Saved entries
┄┄┄┄┄┄┄┄┄┄┄┄┄┄┄┄┄┄┄┄

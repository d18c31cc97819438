package model

import (
	"math"
	"testing"
)

// heat gives the heat content at u, J/m³.
func (b *uLaw) heat(u float64) float64 {
	r, x := b.row(u)
	_, h := r.sums(x)
	return h
}

// The law read by u says what it says read by heat content, frozen, freezing and warm, and beyond its last row.
func TestLawIsTheSameBothWays(t *testing.T) {
	l := newLaw(freezingFood(), 1)
	for _, c := range []float64{-79, -40, -18, -5, -2, -1.3, -1.11, -1.1001, -1.1, -1.0999, -1, 0, 5, 40, 99, 150, 390, 420} {
		h := l.heat(c)
		u := l.kirchhoff(h)
		gotC, slope := l.byU().temperature(u)
		gotH := l.byU().heat(u)
		_, _, dt, du := l.at(h)
		if math.Abs(gotC-c) > 1e-5 {
			t.Errorf("%g °C: %.7g °C by u", c, gotC)
		}
		if math.Abs(gotH-h) > 2e-6*3e8 {
			t.Errorf("%g °C: %.9g J/m³, by u %.9g", c, h, gotH)
		}
		if math.Abs(slope*du/dt-1) > 1e-4 {
			t.Errorf("%g °C: slope %g, by u %g", c, dt/du, slope)
		}
	}
}

// A mean over a spread of u is the integral of the heat content over it, on one row and over several, across the freezing point and beside it,
// and its slopes are those of the mean.
func TestMeanHeatContent(t *testing.T) {
	b := newLaw(freezingFood(), 1).byU()
	cases := [][2]float64{{0, 0.5}, {0, 1e-3}, {-0.2, 0.5}, {0.3, 0.5}, {-3, 0.1}, {-3, 0.8}, {-3, 1.5}, {-3, 2.9}, {-0.1, 0.02}, {-40, 3}, {12, 0.4}, {12, 11}, {-0.004, 0.003}}
	for u := -3.4; u < -2.6; u += 0.07 {
		for d := 0.1; d < 0.5; d += 0.06 {
			cases = append(cases, [2]float64{u, d}, [2]float64{-u, d})
		}
	}
	for _, c := range cases {
		u, d := c[0], c[1]
		h, byU, byD := b.mean(u, d)
		const n = 20000
		sum := 0.0
		for i := range n {
			x := b.heat(u - d + 2*d*(float64(i)+0.5)/n)
			sum += x / n
		}
		if math.Abs(h-sum) > 20 {
			t.Errorf("%g ± %g: %.9g J/m³, integral %.9g", u, d, h, sum)
		}
		for i, slope := range [2]float64{byU, byD} {
			e := d * 1e-3
			step := func(sign float64) float64 {
				x := c
				x[i] += sign * e
				h, _, _ := b.mean(x[0], x[1])
				return h
			}
			if got := (step(1) - step(-1)) / (2 * e); math.Abs(got-slope) > 1e-3*byU+1e-5*math.Abs(h)/d {
				t.Errorf("%g ± %g: slope %d %.7g, by differences %.7g", u, d, i, slope, got)
			}
		}
	}
}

┄┄┄┄┄┄┄┄┄┄┄┄┄┄┄┄┄┄┄┄

## Requirement
How many lines above contain the word "func"? Reply with only the number.

## Answer for this exercise
4